● **Stored data**

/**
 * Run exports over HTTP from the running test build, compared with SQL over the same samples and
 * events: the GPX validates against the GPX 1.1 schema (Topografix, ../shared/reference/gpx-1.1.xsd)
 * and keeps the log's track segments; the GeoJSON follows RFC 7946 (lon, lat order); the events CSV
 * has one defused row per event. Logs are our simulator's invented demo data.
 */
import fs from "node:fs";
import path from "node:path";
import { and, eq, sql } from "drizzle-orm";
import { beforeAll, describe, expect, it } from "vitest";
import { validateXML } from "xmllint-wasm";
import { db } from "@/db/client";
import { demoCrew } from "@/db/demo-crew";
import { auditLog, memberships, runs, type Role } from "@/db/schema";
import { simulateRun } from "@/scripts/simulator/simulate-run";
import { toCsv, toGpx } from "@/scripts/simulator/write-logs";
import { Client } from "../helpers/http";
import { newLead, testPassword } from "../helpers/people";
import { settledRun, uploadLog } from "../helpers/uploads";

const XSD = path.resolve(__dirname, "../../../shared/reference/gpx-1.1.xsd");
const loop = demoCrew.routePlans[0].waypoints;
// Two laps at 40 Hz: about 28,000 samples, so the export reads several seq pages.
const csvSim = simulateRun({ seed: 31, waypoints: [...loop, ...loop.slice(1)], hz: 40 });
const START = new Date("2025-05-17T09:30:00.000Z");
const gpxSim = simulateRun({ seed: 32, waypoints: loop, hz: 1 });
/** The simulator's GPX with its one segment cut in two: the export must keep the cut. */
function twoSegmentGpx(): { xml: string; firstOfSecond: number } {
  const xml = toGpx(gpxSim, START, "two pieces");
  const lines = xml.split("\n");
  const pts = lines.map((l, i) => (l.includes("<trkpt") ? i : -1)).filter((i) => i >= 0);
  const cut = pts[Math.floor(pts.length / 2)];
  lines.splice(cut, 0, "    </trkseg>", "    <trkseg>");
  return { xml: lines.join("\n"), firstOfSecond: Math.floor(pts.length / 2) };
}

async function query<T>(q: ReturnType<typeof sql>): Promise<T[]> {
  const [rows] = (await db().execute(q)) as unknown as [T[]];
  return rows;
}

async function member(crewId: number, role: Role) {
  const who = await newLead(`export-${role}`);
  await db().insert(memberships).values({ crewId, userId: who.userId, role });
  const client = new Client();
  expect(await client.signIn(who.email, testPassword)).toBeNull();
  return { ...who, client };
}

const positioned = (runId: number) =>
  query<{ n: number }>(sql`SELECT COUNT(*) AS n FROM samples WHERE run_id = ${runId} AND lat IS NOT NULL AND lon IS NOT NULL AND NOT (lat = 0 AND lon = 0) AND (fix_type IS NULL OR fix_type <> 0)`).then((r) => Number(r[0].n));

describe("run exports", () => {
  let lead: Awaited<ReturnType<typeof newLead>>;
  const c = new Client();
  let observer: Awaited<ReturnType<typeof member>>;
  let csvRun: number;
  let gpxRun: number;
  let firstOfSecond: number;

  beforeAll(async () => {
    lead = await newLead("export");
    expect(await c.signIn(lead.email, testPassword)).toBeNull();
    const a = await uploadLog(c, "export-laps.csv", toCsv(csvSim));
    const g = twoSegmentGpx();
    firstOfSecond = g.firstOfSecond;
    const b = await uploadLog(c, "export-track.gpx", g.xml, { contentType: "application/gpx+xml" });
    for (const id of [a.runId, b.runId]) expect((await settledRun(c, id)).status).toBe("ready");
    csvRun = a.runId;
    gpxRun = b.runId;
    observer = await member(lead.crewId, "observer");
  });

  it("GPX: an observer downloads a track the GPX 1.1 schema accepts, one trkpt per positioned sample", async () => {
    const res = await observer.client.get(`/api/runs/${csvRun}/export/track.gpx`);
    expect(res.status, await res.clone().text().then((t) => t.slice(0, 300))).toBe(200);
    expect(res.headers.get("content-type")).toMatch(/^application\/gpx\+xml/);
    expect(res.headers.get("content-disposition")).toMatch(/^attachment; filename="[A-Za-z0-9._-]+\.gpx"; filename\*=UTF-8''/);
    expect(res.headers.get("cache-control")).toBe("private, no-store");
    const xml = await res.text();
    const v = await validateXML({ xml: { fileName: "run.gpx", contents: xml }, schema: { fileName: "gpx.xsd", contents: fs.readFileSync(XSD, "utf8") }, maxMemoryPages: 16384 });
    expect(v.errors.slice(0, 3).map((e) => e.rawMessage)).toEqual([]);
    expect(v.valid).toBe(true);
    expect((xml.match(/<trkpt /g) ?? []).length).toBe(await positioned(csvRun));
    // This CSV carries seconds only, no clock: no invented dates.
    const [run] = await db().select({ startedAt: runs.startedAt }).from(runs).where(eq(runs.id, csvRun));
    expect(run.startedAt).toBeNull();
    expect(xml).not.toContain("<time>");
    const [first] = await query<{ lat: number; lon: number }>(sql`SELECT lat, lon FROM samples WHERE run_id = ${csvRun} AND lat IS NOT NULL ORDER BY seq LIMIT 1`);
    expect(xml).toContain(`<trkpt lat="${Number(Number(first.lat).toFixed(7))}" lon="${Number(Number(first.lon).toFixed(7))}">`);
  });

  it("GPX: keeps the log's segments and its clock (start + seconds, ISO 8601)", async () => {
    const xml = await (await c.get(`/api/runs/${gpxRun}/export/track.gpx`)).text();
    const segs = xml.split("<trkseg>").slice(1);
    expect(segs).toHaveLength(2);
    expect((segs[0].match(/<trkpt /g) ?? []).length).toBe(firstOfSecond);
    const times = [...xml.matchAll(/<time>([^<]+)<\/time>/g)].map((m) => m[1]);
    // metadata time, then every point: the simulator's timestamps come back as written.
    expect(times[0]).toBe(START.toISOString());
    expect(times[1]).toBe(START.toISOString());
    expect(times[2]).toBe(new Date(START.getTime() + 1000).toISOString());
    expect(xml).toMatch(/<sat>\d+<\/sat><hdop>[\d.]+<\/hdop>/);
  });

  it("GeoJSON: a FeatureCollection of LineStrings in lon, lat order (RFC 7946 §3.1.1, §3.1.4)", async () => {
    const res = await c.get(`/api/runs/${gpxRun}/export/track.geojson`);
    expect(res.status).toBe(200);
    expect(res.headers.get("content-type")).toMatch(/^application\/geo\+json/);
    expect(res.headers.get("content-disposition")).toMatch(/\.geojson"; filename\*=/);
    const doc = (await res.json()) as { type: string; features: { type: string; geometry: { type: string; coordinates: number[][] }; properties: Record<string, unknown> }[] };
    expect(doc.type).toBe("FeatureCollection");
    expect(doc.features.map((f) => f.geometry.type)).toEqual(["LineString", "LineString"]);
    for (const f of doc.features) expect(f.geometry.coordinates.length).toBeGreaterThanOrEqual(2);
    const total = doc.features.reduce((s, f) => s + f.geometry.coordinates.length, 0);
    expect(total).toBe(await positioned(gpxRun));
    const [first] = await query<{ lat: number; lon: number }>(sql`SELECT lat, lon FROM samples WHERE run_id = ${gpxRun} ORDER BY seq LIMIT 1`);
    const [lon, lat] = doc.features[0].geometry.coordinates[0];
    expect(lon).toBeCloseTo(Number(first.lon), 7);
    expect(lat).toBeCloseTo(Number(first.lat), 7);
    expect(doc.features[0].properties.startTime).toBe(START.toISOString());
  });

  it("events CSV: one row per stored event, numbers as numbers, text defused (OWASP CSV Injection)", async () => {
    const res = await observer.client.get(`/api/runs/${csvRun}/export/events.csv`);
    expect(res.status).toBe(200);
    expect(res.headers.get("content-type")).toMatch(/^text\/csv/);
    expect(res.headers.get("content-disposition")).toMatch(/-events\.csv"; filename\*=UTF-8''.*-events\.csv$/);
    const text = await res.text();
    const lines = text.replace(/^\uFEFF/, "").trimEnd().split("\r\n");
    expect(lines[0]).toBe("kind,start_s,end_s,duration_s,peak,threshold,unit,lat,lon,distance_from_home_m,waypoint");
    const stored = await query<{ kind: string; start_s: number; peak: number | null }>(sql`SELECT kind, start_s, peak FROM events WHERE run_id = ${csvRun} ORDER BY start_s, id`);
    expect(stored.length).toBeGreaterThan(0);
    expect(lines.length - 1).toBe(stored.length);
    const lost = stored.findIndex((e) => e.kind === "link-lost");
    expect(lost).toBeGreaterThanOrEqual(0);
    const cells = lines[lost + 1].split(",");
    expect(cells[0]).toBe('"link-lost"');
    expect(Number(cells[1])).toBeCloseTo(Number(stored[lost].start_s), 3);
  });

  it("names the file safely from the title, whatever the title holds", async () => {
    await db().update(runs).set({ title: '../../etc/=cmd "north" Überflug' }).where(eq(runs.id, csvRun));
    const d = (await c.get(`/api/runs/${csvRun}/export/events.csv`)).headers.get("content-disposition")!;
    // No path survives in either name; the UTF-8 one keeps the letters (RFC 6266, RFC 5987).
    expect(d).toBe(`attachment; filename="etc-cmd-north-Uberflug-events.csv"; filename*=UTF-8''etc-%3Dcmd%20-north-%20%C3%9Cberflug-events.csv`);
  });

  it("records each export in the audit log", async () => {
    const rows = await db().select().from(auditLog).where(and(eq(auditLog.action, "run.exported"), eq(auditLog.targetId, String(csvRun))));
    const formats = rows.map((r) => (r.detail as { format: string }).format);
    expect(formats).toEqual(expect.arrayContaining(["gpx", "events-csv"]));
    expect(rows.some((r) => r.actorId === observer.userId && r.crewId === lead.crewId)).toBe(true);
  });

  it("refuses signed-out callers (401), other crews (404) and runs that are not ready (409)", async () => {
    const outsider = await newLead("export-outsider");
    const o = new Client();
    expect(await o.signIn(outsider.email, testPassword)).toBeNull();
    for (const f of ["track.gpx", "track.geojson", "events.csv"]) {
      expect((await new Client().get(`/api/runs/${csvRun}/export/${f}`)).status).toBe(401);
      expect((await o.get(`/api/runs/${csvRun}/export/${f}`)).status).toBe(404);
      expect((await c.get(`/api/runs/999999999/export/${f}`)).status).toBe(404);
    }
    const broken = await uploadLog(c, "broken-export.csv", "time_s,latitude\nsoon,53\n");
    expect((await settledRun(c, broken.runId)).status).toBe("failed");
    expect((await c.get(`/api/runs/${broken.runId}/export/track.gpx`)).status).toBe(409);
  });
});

● **WHAT TO DO**
Set down each line exactly as it appears, starting at the top of the data and ending at the line containing "schema (Topografix, ../shared/reference/gpx-1.1.xsd)", and include no other lines.

● **EXERCISE OUTPUT**
/**
 * Run exports over HTTP from the running test build, compared with SQL over the same samples and
 * events: the GPX validates against the GPX 1.1 schema (Topografix, ../shared/reference/gpx-1.1.xsd)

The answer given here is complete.